As she is not likely to win any states, there is no plausible pathway to the nomination for her. Even if Trump were to be convicted by either Jack Smith or Fani Willis before the GOP convention, not even GOP convention rules prevent Trump’s won delegates from voting for him at the convention.
Given that Trump’s popularity nationwide has risen as the criminal cases against him have moved forward, Republican voters have largely concluded those cases don’t really mean much. Even last spring, voters expressed a willingness to vote for Trump even if he gets convicted on all charges.
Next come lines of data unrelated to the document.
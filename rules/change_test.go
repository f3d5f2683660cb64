package rules

import (
	"math"
	"testing"

	"dextral/core/angle"
	"dextral/core/convention"
	"dextral/core/frame"
	"dextral/core/matrix"
	"dextral/core/rotor"

	"github.com/stretchr/testify/assert"
	"github.com/stretchr/testify/require"
)

// The rotation of most cases: 30 degrees about z, then 20 about y', then 10 about
// x”. The angles of the turns below were recomputed with plain quaternion algebra
// in another language: 143.09588, 71.63420, 43.64958, 29.87368, 60.77609, 35.17337.
func tern() rotor.Rotor {
	s := angle.Sequence{Axes: [3]angle.Axis{angle.Z, angle.Y, angle.X}}
	return s.Rotor(30*math.Pi/180, 20*math.Pi/180, 10*math.Pi/180)
}

func wxyz(r rotor.Rotor, decimals int) string {
	w, x, y, z := r.Quaternion()
	return printed(decimals, w, x, y, z)
}

func xyzw(r rotor.Rotor, decimals int) string {
	w, x, y, z := r.Quaternion()
	return printed(decimals, x, y, z, w)
}

func nine(m matrix.Mat3, decimals int) string {
	return printed(decimals, m[0][0], m[0][1], m[0][2], m[1][0], m[1][1], m[1][2], m[2][0], m[2][1], m[2][2])
}

func TestExplain(t *testing.T) {
	r := tern()
	m := matrix.FromRotor(r)
	first, last := convention.ScalarFirst, convention.ScalarLast
	quaternion := func(text string, says ...convention.Term) *Value { return value(convention.Quaternion, text, says...) }
	rotation := func(text string) *Value { return value(convention.Rotation, text) }
	angles := func(text string, says ...convention.Term) *Value { return value(convention.Angles, text, says...) }
	ned, err := frame.ParseTriad("NED")
	require.NoError(t, err)
	enu, err := frame.ParseTriad("ENU")
	require.NoError(t, err)
	remap, ok := frame.AxisMap(enu, ned)
	require.True(t, ok)
	trim, _ := rotor.FromAxisAngle(rotor.Vec{Z: 1}, 0.12*math.Pi/180)
	flipped := m
	for i := range 3 {
		flipped[i][1] = -flipped[i][1]
	}
	zyx, xyz := label(t, "z-y'-x''"), label(t, "x-y'-z''")
	w, x, y, z := r.Quaternion()

	for name, c := range map[string]struct {
		before, after *Value
		effect        Effect
		text          string
	}{
		"nothing":             {quaternion(wxyz(r, 9), first), quaternion(wxyz(r, 9), first), Unturned, ""},
		"other sign":          {quaternion(wxyz(r, 9), first), quaternion(wxyz(r.Neg(), 9), first), Unturned, "all four signs are reversed; the same rotation"},
		"order, both":         {quaternion(wxyz(r, 9), first), quaternion(xyzw(r, 9), last), Unturned, "the first of the four numbers moved to the end; the scalar place was scalar first (w x y z) and is scalar last (x y z w); the same rotation"},
		"order, numbers only": {quaternion(wxyz(r, 9), first), quaternion(xyzw(r, 9), first), Turned, "the first of the four numbers moved to the end; a turn of 143.1 deg"},
		"order, claim only":   {quaternion(wxyz(r, 9), first), quaternion(wxyz(r, 9), last), Turned, "the scalar place was scalar first (w x y z) and is scalar last (x y z w); a turn of 143.1 deg"},
		"order, nothing said": {quaternion(wxyz(r, 9)), quaternion(xyzw(r, 9)), Open, "the first of the four numbers moved to the end; nothing states how the numbers are read: the same rotation if their reader changed with them, else a turn of 143.1 deg"},
		"conjugate":           {quaternion(wxyz(r, 9), first), quaternion(wxyz(r.Reverse(), 9), first), Turned, "the signs of all numbers but number 1 are reversed: the conjugate, so that the direction is reversed; a turn of 71.6 deg"},
		"renormalised":        {quaternion(printed(9, 1.01*w, 1.01*x, 1.01*y, 1.01*z), first), quaternion(wxyz(r, 9), first), Unturned, "the norm was 1.01 and is 1; the same rotation"},
		"one sign":            {quaternion(wxyz(r, 9), first), quaternion(printed(9, w, x, -y, z), first), Turned, "the sign of number 3 is reversed; a turn of 43.6 deg"},
		"trim":                {quaternion(wxyz(r, 9), first), quaternion(wxyz(trim.Mul(r), 9), first), Turned, "turned by 0.12 deg about z (after the old rotation)"},
		"trim of the body":    {quaternion(wxyz(r, 9), first), quaternion(wxyz(r.Mul(trim), 9), first), Turned, "turned by 0.12 deg about z (before the old rotation)"},
		"fewer digits":        {quaternion(wxyz(r, 9), first), quaternion(wxyz(r, 4), first), Unturned, "other digits of the same numbers; the same rotation, to 0.00406 deg"},
		"transposed":          {rotation(nine(m, 9)), rotation(nine(m.Transpose(), 9)), Turned, "transposed; a turn of 71.6 deg"},
		"mirror":              {rotation(nine(m, 9)), rotation(nine(flipped, 9)), Mirrored, "the signs of the second column are reversed; it mirrors now: the determinant was 1 and is -1"},
		"mirror mended":       {rotation(nine(flipped, 9)), rotation(nine(m, 9)), Mirrored, "the signs of the second column are reversed; it no longer mirrors: the determinant was -1 and is 1"},
		"form":                {quaternion(wxyz(r, 9), first), rotation(nine(m, 9)), Unturned, "quaternion became rotation matrix; the same rotation"},
		"remap":               {rotation(nine(m, 9)), rotation(nine(remap.Mul(m), 9)), Turned, "axes exchanged in what comes out: x = y, y = x, z = -z, as from NED to ENU, a turn of 180 deg"},
		"remap of both":       {rotation(nine(m, 9)), rotation(nine(remap.Mul(m).Mul(remap.Transpose()), 9)), Turned, "axes exchanged on both sides: x = y, y = x, z = -z, as from NED to ENU, a turn of 60.8 deg"},
		"degrees, both":       {angles("30.00 20.00 10.00", zyx, convention.Degree), angles("0.523599 0.349066 0.174533", zyx, convention.Radian), Unturned, "the numbers went from degrees to radians; the unit was degree and is radian; the same rotation"},
		"degrees, numbers":    {angles("30.00 20.00 10.00", zyx, convention.Degree), angles("0.523599 0.349066 0.174533", zyx, convention.Degree), Turned, "the numbers went from degrees to radians; a turn of 35.2 deg"},
		"relabelled":          {angles("30.00 20.00 10.00", zyx, convention.Degree), angles("30.00 20.00 10.00", xyz, convention.Degree), Turned, "the sequence was z-y'-x'' (moving axes) and is x-y'-z'' (moving axes); a turn of 29.9 deg"},
		"relabelled, both":    {angles("30.00 20.00 10.00", zyx, convention.Degree), angles("10.00 20.00 30.00", label(t, "x-y-z about fixed axes"), convention.Degree), Unturned, "the three numbers changed places: number 3 stands first, then number 2, then number 1; the sequence was z-y'-x'' (moving axes) and is x-y-z (fixed axes); the same rotation"},
		"no rotation":         {value(convention.Matrix, "1 2 3 4 5 6 7 8 9"), value(convention.Matrix, "1 2 3 4 5 6 7 8 10"), Restated, "1 of 9 numbers are others"},
		"translation":         {value(convention.Transform, "1 0 0 0.10 0 1 0 0.20 0 0 1 0.30"), value(convention.Transform, "1 0 0 0.10 0 1 0 0.25 0 0 1 0.30"), Restated, "the same rotation; the translation moves by 0.05"},
		"axis":                {value(convention.Axis, "0 0 1"), value(convention.Axis, "0.0 0.5 0.8660254"), Turned, "the axis turns by 30 deg"},
	} {
		t.Run(name, func(t *testing.T) {
			got := Explain(c.before, c.after)
			assert.Equal(t, c.text, got.Text)
			assert.Equal(t, c.effect.String(), got.Effect.String())
		})
	}
}
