package series

import (
	"math"
	"strconv"

	"dextral/analyzers/series/columns"
	"dextral/analyzers/series/fold"
	"dextral/rules"
)

// collector folds the rows of one table of a binary log as they come. The first
// rows are held until they suffice to plan.
//
// Binary logs have no lines: the places of their values and rows are the file and
// the number of the row within its table, from 1.
type collector struct {
	path    string
	format  string
	columns []columns.Column
	single  []bool // columns of float32
	opts    Options

	held [][]fold.Cell
	plan *layout
	part part
	row  int64
	line []fold.Cell
}

// holdRows is how many rows a plan looks at.
const holdRows = 32

// newCollector makes one for the columns that the orientations among them need,
// with the index of each; nil if there is none.
func newCollector(path, format string, all []columns.Column, single []bool, opts Options) (*collector, []int) {
	found := columns.Find(all)
	wanted := make([]bool, len(all))
	n := 0
	for _, c := range append(found.Channels, found.Undecided...) {
		for _, i := range c.Columns {
			wanted[i] = true
			n++
		}
	}
	if n == 0 {
		return nil, nil
	}
	if found.Time != nil {
		wanted[found.Time.Column] = true
		if found.Time.Fine >= 0 {
			wanted[found.Time.Fine] = true
		}
	}
	c := &collector{path: path, format: format, opts: opts}
	var which []int
	for i, w := range wanted {
		if w {
			which = append(which, i)
			c.columns, c.single = append(c.columns, all[i]), append(c.single, single[i])
		}
	}
	return c, which
}

// push adds the next row, of all columns.
func (c *collector) push(cells []fold.Cell) {
	if c.plan == nil {
		c.held = append(c.held, append([]fold.Cell(nil), cells...))
		if len(c.held) == holdRows {
			c.decide()
		}
		return
	}
	c.add(cells)
}

// decide plans the table and folds what was held.
func (c *collector) decide() {
	h := &head{width: len(c.columns), headers: [][]columns.Column{c.columns}, rows: c.held, number: c.number}
	c.plan = plan(h, c.opts)
	c.part.fold = fold.New(&c.plan.fold)
	c.line = make([]fold.Cell, c.plan.width)
	for _, row := range c.held {
		c.add(row)
	}
	c.held = nil
}

func (c *collector) add(cells []fold.Cell) {
	c.row++
	if len(c.plan.channels) == 0 {
		return
	}
	for column, cell := range c.plan.cells {
		if cell >= 0 {
			c.line[cell] = cells[column]
		}
	}
	c.part.fold.Row(c.row, c.line)
}

func (c *collector) number(row, column int) rules.Number {
	n := rules.Number{Value: math.NaN(), Place: c.place(int64(row + 1))}
	if row >= len(c.held) {
		return n
	}
	cell := &c.held[row][column]
	n.Value = cell.Value()
	switch {
	case cell.State == fold.Written && cell.Exact && cell.Exponent == 0:
		n.Text = strconv.FormatUint(cell.Mantissa, 10)
		if cell.Negative {
			n.Text = "-" + n.Text
		}
	case c.single[column]:
		n.Text = strconv.FormatFloat(n.Value, 'g', -1, 32)
	default:
		n.Text = strconv.FormatFloat(n.Value, 'g', -1, 64)
	}
	return n
}

func (c *collector) place(row int64) rules.Place { return rules.Place{Path: c.path, Row: row} }

// finish puts what was folded into a result that others may be in already.
func (c *collector) finish(r *Result) {
	if c.row == 0 && len(c.held) == 0 {
		return // a subscription to what never came
	}
	if c.plan == nil {
		c.decide()
	}
	one := c.plan.result(c.path, c.format, 0, &c.part)
	for _, s := range one.Channels {
		s.RowPlace = c.place
	}
	r.Channels = append(r.Channels, one.Channels...)
	r.Pairs = append(r.Pairs, one.Pairs...)
	r.Undecided = append(r.Undecided, one.Undecided...)
	r.Rows += one.Rows
	if r.Clock == nil {
		r.Clock = one.Clock
	}
}
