package rules

import (
	"dextral/core/angle"
	"dextral/core/convention"
)

// Number is one number as it stands in a file.
type Number struct {
	Text  string  // as written, without quotes
	Value float64 // may be NaN or infinite where the format can write that
	Place Place
}

// Value is a group of numbers that says something about an orientation.
//
// Numbers keeps the written order, except that named quaternion components
// come as w, x, y, z (with a Label claim of ScalarFirst) and the rows of a
// matrix come one after the other unless a Storage claim says otherwise. For a
// triad the numbers are its first, second and third axis, one after the other.
// An axis map is its 3x3, row by row.
type Value struct {
	Form      convention.Form
	Key       string        // where it stands in the structure of the file: cameras.front.q_body_cam
	Moment    string        // when it holds, of one state of a motion; "": always
	Of        string        // the orientation it states: values of one file with equal non-empty Of state the same one
	Subscript [2]string     // the two frames of a key such as T_a_b, in written order; which of them the coordinates come from is open
	Place     Place         // from the first to the last number, or the whole bracket
	KeyAt     Place         // where the key stands; zero if there is none
	Numbers   []Number      // see above
	Rows      int           // matrices: 3 or 4
	Cols      int           // matrices: 3 or 4
	Nested    bool          // matrices: each row has brackets of its own, or the format fills row by row
	Roles     [3]angle.Role // angles: what the numbers are called, in written order
	Claims    Claims
	Why       string // why it is undecided; "" if it is read

	Uncertainty float64 // declared uncertainty of the orientation in radians; 0 = none declared
	Offset      float64 // declared uncertainty of the translation, in its unit; 0 = none declared
	Double      bool    // declared to carry double precision

	trial bool // made up to judge an edit
}

// Decided reports whether the value is read as one thing. Rules judge no other.
func (v *Value) Decided() bool { return v.Why == "" && v.Form != convention.NoForm }

// Floats returns the numbers alone.
func (v *Value) Floats() []float64 {
	f := make([]float64, len(v.Numbers))
	for i, n := range v.Numbers {
		f[i] = n.Value
	}
	return f
}

// FormClaim is the claim that decides what the value is. Rules take the level
// of a finding from it.
func (v *Value) FormClaim() (Claim, bool) { return v.Claims.On(convention.OfForm) }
Thus while Nikki Haley got a higher percentage of votes, and lost by a narrower margin than the polls indicated on the eve of the primary, the end result is still the same: Nikki Haley lost, and lost badly. Donald Trump has been in the driver’s seat all along, and that did not change for New Hampshire; this race has been his to lose and remains his to lose.
New Hampshire really was Nikki Haley’s political graveyard. She just refuses to admit it.
One of the intriguing - and frequently exasperating - aspects of politics is that there is so much spin. You can’t take anything at face value. Whether it’s a candidate, his opponent, or the media, every adjective and adverb seems to be carefully chosen to advance an agenda. So, to read an essay such as yours which succeeds in analyzing just the factual data is truly valuable, Peter. Thank you.
We are left to speculate on what Haley is actually gunning for. A Cabinet position? The undisputed leadership of her faction? Maybe she is confident that Trump will be incarcerated and unable to take office, and the party will be forced to turn to the first-place Also Ran. Does she have some underhanded trick up her sleeve to make sure Trump is hauled off to prison? (I would consider possible ANY move by a power-hungry politician.)
I’m not so sure about most of DeSantis’ supporters switched to Haley, though, in spite of what the polling data suggests. I know that I, for one, could have been in favor of DeSantis, but NeverNikki.